Robust Human Trajectory Prediction via Self-Supervised Skeleton Representation Learning
This work is significant for autonomous navigation and video surveillance systems that rely on human trajectory prediction, especially in environments with occlusions leading to incomplete skeleton data.
This paper addresses the problem of human trajectory prediction in real-world scenarios where skeleton data often suffer from missing joints due to occlusions. The authors propose a method that uses a self-supervised skeleton representation model pretrained with masked autoencoding, which improves robustness to missing skeletal data and consistently outperforms baseline models in clean-to-moderate missingness regimes.
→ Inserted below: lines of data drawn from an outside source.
package org.cupel.charts;

import static org.junit.jupiter.api.Assertions.assertEquals;
import static org.junit.jupiter.api.Assertions.assertTrue;

import java.awt.Color;
import java.awt.Graphics2D;
import java.awt.RenderingHints;
import java.awt.image.BufferedImage;
import org.junit.jupiter.api.Test;
import org.knowm.xchart.style.markers.Marker;
import org.knowm.xchart.style.markers.SeriesMarkers;

/** A sprite marker covers what the shape itself covers, where the shape would be drawn. */
class SpriteMarkerTest {
    private static final double SCALE = 2100 / 900.0;

    @Test
    void aSpriteCoversTheSamePixelsAsTheShape() {
        for (Marker shape : new Marker[] {SeriesMarkers.CIRCLE, SeriesMarkers.DIAMOND, SeriesMarkers.TRIANGLE_DOWN}) {
            Marker sprite = new SpriteMarker(shape);
            for (double x : new double[] {10, 10.13, 10.37, 10.5, 10.81}) {
                BufferedImage a = draw(shape, x, 11.29);
                BufferedImage b = draw(sprite, x, 11.29);
                double inkA = ink(a);
                // Same amount of colour (to 2 %) and the same centre of it (to a quarter of a pixel).
                assertEquals(inkA, ink(b), 0.02 * inkA, shape + " at " + x);
                assertEquals(centreX(a), centreX(b), 0.25, shape + " at " + x);
                assertTrue(inkA > 0);
            }
        }
    }

    private static BufferedImage draw(Marker m, double x, double y) {
        BufferedImage img = new BufferedImage(64, 64, BufferedImage.TYPE_INT_RGB);
        Graphics2D g = img.createGraphics();
        g.setColor(Color.WHITE);
        g.fillRect(0, 0, 64, 64);
        g.setRenderingHint(RenderingHints.KEY_ANTIALIASING, RenderingHints.VALUE_ANTIALIAS_ON);
        g.scale(SCALE, SCALE);
        g.setColor(ChartStyle.DATA);
        m.paint(g, x, y, 6);
        g.dispose();
        return img;
    }

    /** Darkness summed over the image: 0 for white. */
    private static double ink(BufferedImage img) {
        double sum = 0;
        for (int y = 0; y < img.getHeight(); y++) {
            for (int x = 0; x < img.getWidth(); x++) {
                sum += 255 - (img.getRGB(x, y) >> 16 & 0xff);
            }
        }
        return sum;
    }

    private static double centreX(BufferedImage img) {
        double sum = 0;
        double weighted = 0;
        for (int y = 0; y < img.getHeight(); y++) {
            for (int x = 0; x < img.getWidth(); x++) {
                double d = 255 - (img.getRGB(x, y) >> 16 & 0xff);
                sum += d;
                weighted += d * (x + 0.5);
            }
        }
        return weighted / sum;
    }
}
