package org.cupel.charts;

import static org.junit.jupiter.api.Assertions.assertArrayEquals;
import static org.junit.jupiter.api.Assertions.assertEquals;
import static org.junit.jupiter.api.Assertions.assertNotSame;
import static org.junit.jupiter.api.Assertions.assertSame;

import java.awt.Color;
import java.awt.Graphics2D;
import java.awt.image.BufferedImage;
import java.io.IOException;
import java.nio.file.Files;
import java.nio.file.Path;
import org.junit.jupiter.api.Test;
import org.junit.jupiter.api.io.TempDir;
import org.knowm.xchart.XYChart;
import org.knowm.xchart.XYChartBuilder;

class CanvasTest {

    @Test
    void aReusedImageIsClearedToWhatANewImageHolds() {
        Canvas canvas = new Canvas();
        BufferedImage first = canvas.blank(40, 30);
        Graphics2D g = first.createGraphics();
        g.setColor(Color.ORANGE);
        g.fillRect(0, 0, 40, 30);
        g.dispose();
        BufferedImage again = canvas.blank(40, 30);
        assertSame(first, again);
        BufferedImage fresh = new BufferedImage(40, 30, BufferedImage.TYPE_INT_RGB);
        for (int y = 0; y < 30; y++) {
            for (int x = 0; x < 40; x++) {
                assertEquals(fresh.getRGB(x, y), again.getRGB(x, y), x + "," + y);
            }
        }
        BufferedImage other = canvas.blank(41, 30);
        assertNotSame(first, other, "another size is a new image");
        assertEquals(41, other.getWidth());
        assertEquals(BufferedImage.TYPE_INT_RGB, other.getType());
    }

    @Test
    void aChartDrawnOnAUsedCanvasHasTheBytesOfOneDrawnOnANewImage(@TempDir Path dir) throws IOException {
        Canvas canvas = new Canvas();
        PngWriter.writeForPrint(chart("first", 1), dir.resolve("first.png"), canvas);
        PngWriter.writeForPrint(chart("second", 5), dir.resolve("reused.png"), canvas);
        PngWriter.writeForPrint(chart("second", 5), dir.resolve("fresh.png"));
        assertArrayEquals(Files.readAllBytes(dir.resolve("fresh.png")), Files.readAllBytes(dir.resolve("reused.png")));
        PngWriter.write(chart("second", 5), dir.resolve("screen-reused.png"), PngWriter.SCREEN_DPI, canvas);
        PngWriter.write(chart("second", 5), dir.resolve("screen-fresh.png"), PngWriter.SCREEN_DPI);
        assertArrayEquals(Files.readAllBytes(dir.resolve("screen-fresh.png")),
                Files.readAllBytes(dir.resolve("screen-reused.png")));
    }

    private static XYChart chart(String title, double slope) {
        XYChart c = new XYChartBuilder().width(ChartStyle.WIDTH).height(ChartStyle.HEIGHT).title(title).build();
        ChartStyle.apply(c);
        c.addSeries("s", new double[] {0, 1, 2, 3}, new double[] {0, slope, 2 * slope, 3 * slope});
        return c;
    }
}
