package org.cupel.charts;

import static org.junit.jupiter.api.Assertions.assertArrayEquals;
import static org.junit.jupiter.api.Assertions.assertEquals;
import static org.junit.jupiter.api.Assertions.assertNotSame;
import static org.junit.jupiter.api.Assertions.assertSame;

import java.awt.Color;
import java.awt.Graphics2D;
import java.awt.image.BufferedImage;
import java.awt.image.DataBufferInt;
import java.io.IOException;
import java.nio.file.Files;
import java.nio.file.Path;
import org.junit.jupiter.api.Test;
import org.junit.jupiter.api.io.TempDir;
import org.knowm.xchart.XYChart;
import org.knowm.xchart.XYChartBuilder;

class CanvasTest {

    @Test
    void aReusedImageIsClearedToWhatANewImageHolds() {
        Canvas canvas = new Canvas();
        BufferedImage first = canvas.blank(40, 30);
        Graphics2D g = first.createGraphics();
        g.setColor(Color.ORANGE);
        g.fillRect(0, 0, 40, 30);
        g.dispose();
        BufferedImage again = canvas.blank(40, 30);
        assertSame(pixels(first), pixels(again), "the pixels are reused");
        BufferedImage fresh = new BufferedImage(40, 30, BufferedImage.TYPE_INT_RGB);
        for (int y = 0; y < 30; y++) {
            for (int x = 0; x < 40; x++) {
                assertEquals(fresh.getRGB(x, y), again.getRGB(x, y), x + "," + y);
            }
        }
        BufferedImage smaller = canvas.blank(20, 31);
        assertSame(pixels(first), pixels(smaller), "a smaller image reuses the pixels");
        assertEquals(20, smaller.getWidth());
        assertEquals(31, smaller.getHeight());
        assertEquals(BufferedImage.TYPE_INT_RGB, smaller.getType());
        BufferedImage larger = canvas.blank(41, 30);
        assertNotSame(pixels(first), pixels(larger), "a larger image needs more pixels");
        assertEquals(41, larger.getWidth());
        assertEquals(BufferedImage.TYPE_INT_RGB, larger.getType());
    }

    @Test
    void chartsOfEverySizeDrawnOnOneCanvasHaveTheBytesOfChartsDrawnOnNewImages(@TempDir Path dir)
            throws IOException {
        Canvas canvas = new Canvas();
        int[][] sizes = {{600, 500}, {600, 300}, {400, 520}, {600, 400}, {300, 300}, {700, 450}};
        for (int i = 0; i < sizes.length; i++) {
            XYChart reused = chart("chart " + i, i + 1, sizes[i][0], sizes[i][1]);
            XYChart fresh = chart("chart " + i, i + 1, sizes[i][0], sizes[i][1]);
            PngWriter.writeForPrint(reused, dir.resolve(i + "-reused.png"), canvas);
            PngWriter.writeForPrint(fresh, dir.resolve(i + "-fresh.png"));
            assertArrayEquals(Files.readAllBytes(dir.resolve(i + "-fresh.png")),
                    Files.readAllBytes(dir.resolve(i + "-reused.png")), "chart " + i);
        }
    }

    private static int[] pixels(BufferedImage image) {
        return ((DataBufferInt) image.getRaster().getDataBuffer()).getData();
    }

    @Test
    void aChartDrawnOnAUsedCanvasHasTheBytesOfOneDrawnOnANewImage(@TempDir Path dir) throws IOException {
        Canvas canvas = new Canvas();
        PngWriter.writeForPrint(chart("first", 1), dir.resolve("first.png"), canvas);
        PngWriter.writeForPrint(chart("second", 5), dir.resolve("reused.png"), canvas);
        PngWriter.writeForPrint(chart("second", 5), dir.resolve("fresh.png"));
        assertArrayEquals(Files.readAllBytes(dir.resolve("fresh.png")), Files.readAllBytes(dir.resolve("reused.png")));
        PngWriter.write(chart("second", 5), dir.resolve("screen-reused.png"), PngWriter.SCREEN_DPI, canvas);
        PngWriter.write(chart("second", 5), dir.resolve("screen-fresh.png"), PngWriter.SCREEN_DPI);
        assertArrayEquals(Files.readAllBytes(dir.resolve("screen-fresh.png")),
                Files.readAllBytes(dir.resolve("screen-reused.png")));
    }

    private static XYChart chart(String title, double slope) {
        return chart(title, slope, ChartStyle.WIDTH, ChartStyle.HEIGHT);
    }

    private static XYChart chart(String title, double slope, int width, int height) {
        XYChart c = new XYChartBuilder().width(width).height(height).title(title).build();
        ChartStyle.apply(c);
        c.addSeries("s", new double[] {0, 1, 2, 3}, new double[] {0, slope, 2 * slope, 3 * slope});
        return c;
    }
}
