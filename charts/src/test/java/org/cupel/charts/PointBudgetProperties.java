package org.cupel.charts;

import static org.junit.jupiter.api.Assertions.assertArrayEquals;
import static org.junit.jupiter.api.Assertions.assertEquals;
import static org.junit.jupiter.api.Assertions.assertTrue;

import java.util.ArrayList;
import java.util.Arrays;
import java.util.Collections;
import java.util.List;
import java.util.Random;
import net.jqwik.api.ForAll;
import net.jqwik.api.Property;
import net.jqwik.api.constraints.IntRange;

/** What a thinned chart may and may not leave out. */
class PointBudgetProperties {

    @Property
    void neverMoreThanTheBudgetAndEveryFlaggedPointWhileTheyFit(@ForAll @IntRange(min = 0, max = 30_000) int n,
            @ForAll @IntRange(min = 2, max = 5000) int budget, @ForAll @IntRange(min = 0, max = 1000) int perMille,
            @ForAll long seed) {
        boolean[] flagged = flags(n, perMille, seed);
        int[] drawn = PointBudget.thinned(flagged, budget);
        assertTrue(drawn.length <= budget, drawn.length + " > " + budget);
        assertEquals(Math.min(n, budget), drawn.length, "the budget is used up when there are enough points");
        for (int i = 1; i < drawn.length; i++) {
            assertTrue(drawn[i - 1] < drawn[i], "ascending, no repeats");
        }
        int flags = PointBudget.count(flagged);
        int flagsDrawn = PointBudget.flaggedAmong(flagged, drawn);
        int others = n - flags;
        int othersDrawn = drawn.length - flagsDrawn;
        if (flags + Math.min(others, budget / 2) <= budget) {
            assertEquals(flags, flagsDrawn, "every flagged point while they leave the others half the budget");
        } else {
            assertEquals(budget - othersDrawn, flagsDrawn, "flagged points thinned into the rest of the budget");
        }
        assertTrue(othersDrawn >= Math.min(others, budget / 2), "the others always get half the budget");
        if (n > 0 && flags < budget - 1 && flags < n) {
            int firstOther = indexOf(flagged, false, true);
            int lastOther = indexOf(flagged, false, false);
            assertTrue(Arrays.binarySearch(drawn, firstOther) >= 0 && Arrays.binarySearch(drawn, lastOther) >= 0,
                    "the first and last unflagged points (the extremes in sorted order) are drawn");
        }
    }

    @Property
    void theSameInputGivesTheSameSelection(@ForAll @IntRange(min = 0, max = 20_000) int n,
            @ForAll @IntRange(min = 0, max = 200) int perMille, @ForAll long seed) {
        boolean[] flagged = flags(n, perMille, seed);
        assertArrayEquals(PointBudget.thinned(flagged, PointBudget.DEFAULT),
                PointBudget.thinned(flagged.clone(), PointBudget.DEFAULT));
    }

    /** Sorted by (x, y) before thinning, the drawn points do not depend on the order the points came in. */
    @Property
    void aPermutationOfThePointsDrawsTheSamePoints(@ForAll @IntRange(min = 0, max = 12_000) int n,
            @ForAll long seed) {
        Random r = new Random(seed);
        double[] x = new double[n];
        double[] y = new double[n];
        for (int i = 0; i < n; i++) {
            // Coarse values, so that ties in x (and in x and y) occur.
            x[i] = r.nextInt(500) / 10.0;
            y[i] = r.nextInt(50);
        }
        List<Integer> perm = new ArrayList<>();
        for (int i = 0; i < n; i++) {
            perm.add(i);
        }
        Collections.shuffle(perm, r);
        double[] px = new double[n];
        double[] py = new double[n];
        for (int i = 0; i < n; i++) {
            px[i] = x[perm.get(i)];
            py[i] = y[perm.get(i)];
        }
        assertEquals(drawnPoints(x, y), drawnPoints(px, py));
    }

    @Property
    void orderSortsByXThenY(@ForAll @IntRange(min = 0, max = 3000) int n, @ForAll long seed) {
        Random r = new Random(seed);
        double[] x = new double[n];
        double[] y = new double[n];
        for (int i = 0; i < n; i++) {
            x[i] = r.nextInt(40);
            y[i] = r.nextGaussian();
        }
        int[] order = PointBudget.orderByXThenY(x, y);
        assertEquals(n, Arrays.stream(order).distinct().count(), "a permutation");
        for (int i = 1; i < n; i++) {
            int c = Double.compare(x[order[i - 1]], x[order[i]]);
            assertTrue(c < 0 || c == 0 && y[order[i - 1]] <= y[order[i]]);
        }
    }

    /** The drawn (x, y, flagged) values in sorted order; flagged = y above 45, a function of the point. */
    private static List<String> drawnPoints(double[] x, double[] y) {
        int[] order = PointBudget.orderByXThenY(x, y);
        boolean[] flagged = new boolean[order.length];
        for (int i = 0; i < order.length; i++) {
            flagged[i] = y[order[i]] > 45;
        }
        List<String> out = new ArrayList<>();
        for (int k : PointBudget.thinned(flagged, 1000)) {
            out.add(x[order[k]] + "," + y[order[k]]);
        }
        return out;
    }

    private static boolean[] flags(int n, int perMille, long seed) {
        Random r = new Random(seed);
        boolean[] f = new boolean[n];
        for (int i = 0; i < n; i++) {
            f[i] = r.nextInt(1000) < perMille;
        }
        return f;
    }

    private static int indexOf(boolean[] a, boolean v, boolean first) {
        int found = -1;
        for (int i = 0; i < a.length; i++) {
            if (a[i] == v) {
                found = i;
                if (first) {
                    return i;
                }
            }
        }
        return found;
    }
}
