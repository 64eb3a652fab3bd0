package org.cupel.charts;

import static org.junit.jupiter.api.Assertions.assertEquals;
import static org.junit.jupiter.api.Assertions.assertFalse;

import java.awt.geom.Rectangle2D;
import java.util.ArrayList;
import java.util.List;
import org.knowm.xchart.internal.chartpart.Chart;
import org.knowm.xchart.internal.chartpart.PlotArea;

/**
 * What every figure must show, checked on its layout: nothing written (notes, keys, headings, names beside an
 * axis) lies over a plot, no two labels collide, and XChart writes no text inside a plot.
 */
public final class FigureChecks {
    private FigureChecks() {
    }

    /** The plot area of each panel, on the figure, after painting it. */
    public static List<Rectangle2D> plots(ChartFigure f) {
        ChartFigure.Layout l = f.layout();
        List<Rectangle2D> out = new ArrayList<>();
        List<Chart<?, ?>> charts = f.charts();
        for (int i = 0; i < charts.size(); i++) {
            Rectangle2D p = PlotArea.of(charts.get(i));
            Rectangle2D region = l.charts().get(i);
            out.add(new Rectangle2D.Double(region.getX() + p.getX(), region.getY() + p.getY(), p.getWidth(),
                    p.getHeight()));
        }
        return out;
    }

    /** Notes, keys and headings lie outside every plot, and the charts write no text in their plots. */
    public static void writingStaysOutOfThePlots(String name, ChartFigure f) {
        ChartFigure.Layout l = f.layout();
        List<Rectangle2D> written = new ArrayList<>(l.notes());
        written.addAll(l.keys());
        written.addAll(l.headings());
        for (Rectangle2D plot : plots(f)) {
            for (Rectangle2D w : written) {
                assertFalse(w.intersects(plot), name + ": " + w + " lies over the plot " + plot);
            }
        }
        for (Chart<?, ?> c : f.charts()) {
            assertEquals(0, PlotArea.textAnnotations(c), name + ": text written inside a plot");
        }
    }

    /** Every label lies outside every plot (names beside an axis). */
    public static void labelsStayOutOfThePlots(String name, ChartFigure f) {
        for (Rectangle2D plot : plots(f)) {
            for (FigureLabel label : f.layout().labels()) {
                assertFalse(label.box().intersects(plot), name + ": '" + label.text() + "' " + label.box()
                        + " lies over the plot " + plot);
            }
        }
    }

    /** No two labels' boxes intersect. */
    public static void labelsApart(String name, ChartFigure f) {
        List<FigureLabel> labels = f.layout().labels();
        for (int i = 0; i < labels.size(); i++) {
            for (int j = i + 1; j < labels.size(); j++) {
                assertFalse(labels.get(i).box().intersects(labels.get(j).box()), name + ": '" + labels.get(i).text()
                        + "' " + labels.get(i).box() + " and '" + labels.get(j).text() + "' " + labels.get(j).box()
                        + " overlap");
            }
        }
    }
}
Human trajectory prediction plays a crucial role in applications such as autonomous navigation and video surveillance. While recent works have explored the integration of human skeleton sequences to complement trajectory information, skeleton data in real-world environments often suffer from missing joints caused by occlusions. These disturbances significantly degrade prediction accuracy, indicating the need for more robust skeleton representations. We propose a robust trajectory prediction method that incorporates a self-supervised skeleton representation model pretrained with masked autoencoding. Experimental results in occlusion-prone scenarios show that our method improves robustness to missing skeletal data without sacrificing prediction accuracy, and consistently outperforms baseline models in clean-to-moderate missingness regimes.